■ **Records for the task**

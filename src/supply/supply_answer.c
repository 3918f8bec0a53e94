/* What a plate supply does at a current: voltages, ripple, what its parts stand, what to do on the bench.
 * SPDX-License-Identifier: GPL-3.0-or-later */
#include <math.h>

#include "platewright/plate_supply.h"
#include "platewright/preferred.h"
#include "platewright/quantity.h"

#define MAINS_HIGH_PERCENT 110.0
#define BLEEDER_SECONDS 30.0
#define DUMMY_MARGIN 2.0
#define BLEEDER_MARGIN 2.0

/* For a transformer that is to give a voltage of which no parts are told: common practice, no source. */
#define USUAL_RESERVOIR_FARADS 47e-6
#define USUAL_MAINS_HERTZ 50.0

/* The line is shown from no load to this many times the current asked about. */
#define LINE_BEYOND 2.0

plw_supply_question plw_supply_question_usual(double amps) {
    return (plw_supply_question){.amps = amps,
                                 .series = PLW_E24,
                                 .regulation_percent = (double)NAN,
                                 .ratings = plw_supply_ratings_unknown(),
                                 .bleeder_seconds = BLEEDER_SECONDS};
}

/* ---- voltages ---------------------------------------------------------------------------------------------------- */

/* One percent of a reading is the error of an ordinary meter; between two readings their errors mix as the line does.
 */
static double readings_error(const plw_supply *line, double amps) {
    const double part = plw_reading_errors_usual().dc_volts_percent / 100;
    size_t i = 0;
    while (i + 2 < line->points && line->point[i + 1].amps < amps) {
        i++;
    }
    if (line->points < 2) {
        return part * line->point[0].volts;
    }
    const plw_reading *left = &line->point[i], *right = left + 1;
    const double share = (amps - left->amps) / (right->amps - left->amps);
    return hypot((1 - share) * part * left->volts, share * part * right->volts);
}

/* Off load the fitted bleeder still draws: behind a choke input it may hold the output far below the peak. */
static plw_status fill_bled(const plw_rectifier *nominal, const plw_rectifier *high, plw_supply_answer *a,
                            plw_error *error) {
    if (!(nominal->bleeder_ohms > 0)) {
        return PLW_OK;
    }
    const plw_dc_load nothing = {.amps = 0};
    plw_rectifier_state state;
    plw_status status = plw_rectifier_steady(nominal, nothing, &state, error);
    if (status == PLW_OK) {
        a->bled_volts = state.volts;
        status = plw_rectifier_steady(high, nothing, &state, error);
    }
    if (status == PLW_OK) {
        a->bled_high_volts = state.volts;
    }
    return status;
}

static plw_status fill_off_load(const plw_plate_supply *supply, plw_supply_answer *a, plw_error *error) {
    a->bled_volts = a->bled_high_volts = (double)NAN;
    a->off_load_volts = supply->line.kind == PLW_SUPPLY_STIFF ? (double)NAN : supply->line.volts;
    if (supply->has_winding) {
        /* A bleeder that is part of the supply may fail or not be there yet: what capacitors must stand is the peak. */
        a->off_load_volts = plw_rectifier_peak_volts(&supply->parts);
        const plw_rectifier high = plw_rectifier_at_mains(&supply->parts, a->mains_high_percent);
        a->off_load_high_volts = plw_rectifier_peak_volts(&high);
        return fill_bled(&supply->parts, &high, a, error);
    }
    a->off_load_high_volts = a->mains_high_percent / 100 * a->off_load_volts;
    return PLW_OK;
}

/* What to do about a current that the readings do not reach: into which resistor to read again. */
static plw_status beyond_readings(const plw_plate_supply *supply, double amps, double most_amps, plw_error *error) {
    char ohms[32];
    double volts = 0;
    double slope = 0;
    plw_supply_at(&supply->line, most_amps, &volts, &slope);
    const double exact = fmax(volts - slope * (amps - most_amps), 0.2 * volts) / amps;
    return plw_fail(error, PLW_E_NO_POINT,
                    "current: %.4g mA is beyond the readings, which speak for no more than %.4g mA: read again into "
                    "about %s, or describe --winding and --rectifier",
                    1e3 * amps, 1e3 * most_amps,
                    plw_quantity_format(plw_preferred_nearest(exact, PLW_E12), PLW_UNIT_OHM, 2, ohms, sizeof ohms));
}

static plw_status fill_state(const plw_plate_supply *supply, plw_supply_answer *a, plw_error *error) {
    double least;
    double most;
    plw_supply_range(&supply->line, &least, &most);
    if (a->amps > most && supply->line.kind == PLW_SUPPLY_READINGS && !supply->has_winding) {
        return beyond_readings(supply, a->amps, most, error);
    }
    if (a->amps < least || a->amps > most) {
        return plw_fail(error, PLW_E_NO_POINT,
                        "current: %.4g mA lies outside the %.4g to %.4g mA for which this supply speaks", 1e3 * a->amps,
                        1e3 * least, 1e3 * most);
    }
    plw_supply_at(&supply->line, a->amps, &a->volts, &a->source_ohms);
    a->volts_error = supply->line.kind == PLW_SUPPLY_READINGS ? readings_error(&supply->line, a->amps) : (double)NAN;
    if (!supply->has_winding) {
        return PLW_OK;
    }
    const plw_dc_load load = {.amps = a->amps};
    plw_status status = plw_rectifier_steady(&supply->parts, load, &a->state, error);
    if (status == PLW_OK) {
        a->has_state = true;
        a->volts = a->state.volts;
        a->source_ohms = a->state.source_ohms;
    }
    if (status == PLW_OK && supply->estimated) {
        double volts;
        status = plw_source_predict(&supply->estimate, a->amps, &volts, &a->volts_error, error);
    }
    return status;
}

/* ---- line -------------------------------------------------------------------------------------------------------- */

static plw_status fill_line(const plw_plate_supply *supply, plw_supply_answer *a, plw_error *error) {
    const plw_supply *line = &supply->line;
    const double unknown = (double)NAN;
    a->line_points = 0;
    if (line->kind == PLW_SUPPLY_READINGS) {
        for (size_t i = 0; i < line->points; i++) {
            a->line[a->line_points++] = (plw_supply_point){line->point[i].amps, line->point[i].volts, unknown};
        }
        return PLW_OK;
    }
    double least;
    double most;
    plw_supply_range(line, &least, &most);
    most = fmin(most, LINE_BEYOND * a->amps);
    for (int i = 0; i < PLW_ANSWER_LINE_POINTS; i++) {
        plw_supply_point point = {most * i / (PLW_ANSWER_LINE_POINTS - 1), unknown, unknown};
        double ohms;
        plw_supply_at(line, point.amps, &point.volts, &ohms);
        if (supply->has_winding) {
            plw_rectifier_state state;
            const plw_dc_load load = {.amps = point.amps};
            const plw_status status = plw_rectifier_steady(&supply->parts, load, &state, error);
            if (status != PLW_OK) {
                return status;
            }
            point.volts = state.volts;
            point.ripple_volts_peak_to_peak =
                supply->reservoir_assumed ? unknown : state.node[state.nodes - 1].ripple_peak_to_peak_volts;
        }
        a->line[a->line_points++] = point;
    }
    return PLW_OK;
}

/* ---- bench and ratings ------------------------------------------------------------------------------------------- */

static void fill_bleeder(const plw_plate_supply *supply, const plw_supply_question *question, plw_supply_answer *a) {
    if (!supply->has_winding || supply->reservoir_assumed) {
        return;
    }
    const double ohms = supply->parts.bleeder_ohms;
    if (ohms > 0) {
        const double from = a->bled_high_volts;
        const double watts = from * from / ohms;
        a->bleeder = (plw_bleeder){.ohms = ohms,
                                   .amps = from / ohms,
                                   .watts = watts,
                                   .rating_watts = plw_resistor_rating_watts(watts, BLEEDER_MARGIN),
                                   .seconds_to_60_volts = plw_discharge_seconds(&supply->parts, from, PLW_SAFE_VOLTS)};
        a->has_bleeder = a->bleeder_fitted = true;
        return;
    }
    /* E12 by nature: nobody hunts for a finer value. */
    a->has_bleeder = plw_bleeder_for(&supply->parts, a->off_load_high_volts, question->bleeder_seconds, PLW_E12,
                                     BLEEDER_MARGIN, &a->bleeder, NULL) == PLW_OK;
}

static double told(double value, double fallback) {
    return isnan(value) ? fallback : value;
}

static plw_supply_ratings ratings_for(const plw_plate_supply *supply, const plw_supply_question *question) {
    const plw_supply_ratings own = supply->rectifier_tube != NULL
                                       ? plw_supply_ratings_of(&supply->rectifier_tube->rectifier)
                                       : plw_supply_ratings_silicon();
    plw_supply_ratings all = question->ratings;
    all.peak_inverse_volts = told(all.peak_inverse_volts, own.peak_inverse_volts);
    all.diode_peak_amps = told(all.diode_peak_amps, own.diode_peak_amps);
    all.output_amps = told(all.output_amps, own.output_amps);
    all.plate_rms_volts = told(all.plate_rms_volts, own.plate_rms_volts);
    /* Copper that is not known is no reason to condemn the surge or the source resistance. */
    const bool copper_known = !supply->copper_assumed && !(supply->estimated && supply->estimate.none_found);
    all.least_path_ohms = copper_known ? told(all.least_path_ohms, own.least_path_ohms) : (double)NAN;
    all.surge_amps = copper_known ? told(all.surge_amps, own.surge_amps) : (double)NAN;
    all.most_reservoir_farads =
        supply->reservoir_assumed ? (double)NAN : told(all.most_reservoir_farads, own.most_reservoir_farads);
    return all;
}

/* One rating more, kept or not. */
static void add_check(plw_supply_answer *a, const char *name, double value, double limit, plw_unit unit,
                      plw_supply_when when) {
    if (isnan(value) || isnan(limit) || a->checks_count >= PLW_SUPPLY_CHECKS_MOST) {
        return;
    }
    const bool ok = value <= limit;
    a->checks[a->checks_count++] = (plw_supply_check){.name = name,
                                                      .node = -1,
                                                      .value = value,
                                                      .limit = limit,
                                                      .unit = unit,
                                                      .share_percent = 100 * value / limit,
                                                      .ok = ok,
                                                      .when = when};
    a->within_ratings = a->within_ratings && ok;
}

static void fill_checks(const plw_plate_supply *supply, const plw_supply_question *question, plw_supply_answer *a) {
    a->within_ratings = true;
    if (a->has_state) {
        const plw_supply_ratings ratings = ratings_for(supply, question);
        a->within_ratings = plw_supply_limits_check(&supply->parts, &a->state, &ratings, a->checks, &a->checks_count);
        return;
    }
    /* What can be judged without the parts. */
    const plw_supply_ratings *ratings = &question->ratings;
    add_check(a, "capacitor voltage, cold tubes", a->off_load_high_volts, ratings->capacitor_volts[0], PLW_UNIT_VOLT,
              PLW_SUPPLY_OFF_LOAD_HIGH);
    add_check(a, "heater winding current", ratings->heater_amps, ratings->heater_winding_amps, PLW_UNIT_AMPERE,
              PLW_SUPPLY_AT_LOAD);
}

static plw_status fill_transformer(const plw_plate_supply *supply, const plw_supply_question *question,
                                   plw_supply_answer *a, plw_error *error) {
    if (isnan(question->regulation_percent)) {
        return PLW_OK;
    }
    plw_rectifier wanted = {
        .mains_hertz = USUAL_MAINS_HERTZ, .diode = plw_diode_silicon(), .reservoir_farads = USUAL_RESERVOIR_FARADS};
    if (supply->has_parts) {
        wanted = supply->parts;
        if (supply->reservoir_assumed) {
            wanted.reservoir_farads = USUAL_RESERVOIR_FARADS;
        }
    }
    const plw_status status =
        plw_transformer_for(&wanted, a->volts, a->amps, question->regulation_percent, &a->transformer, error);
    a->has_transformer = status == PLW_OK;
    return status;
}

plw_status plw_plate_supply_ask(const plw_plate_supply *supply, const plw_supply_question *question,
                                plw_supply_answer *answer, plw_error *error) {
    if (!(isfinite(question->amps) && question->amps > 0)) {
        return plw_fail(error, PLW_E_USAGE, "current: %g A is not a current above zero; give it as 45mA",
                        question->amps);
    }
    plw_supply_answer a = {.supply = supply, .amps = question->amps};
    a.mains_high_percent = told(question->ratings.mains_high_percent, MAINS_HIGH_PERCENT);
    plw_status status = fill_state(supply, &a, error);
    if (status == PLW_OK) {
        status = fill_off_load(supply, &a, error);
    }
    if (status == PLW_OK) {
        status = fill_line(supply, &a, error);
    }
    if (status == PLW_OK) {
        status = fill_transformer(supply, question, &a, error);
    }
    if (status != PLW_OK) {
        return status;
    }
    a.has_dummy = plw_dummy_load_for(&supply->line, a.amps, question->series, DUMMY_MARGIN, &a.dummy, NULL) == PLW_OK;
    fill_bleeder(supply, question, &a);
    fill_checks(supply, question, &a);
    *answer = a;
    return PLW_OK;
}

■ **To do**
Across the entries above, state how many lines include the string "node", with no other text.

■ **Answer**
2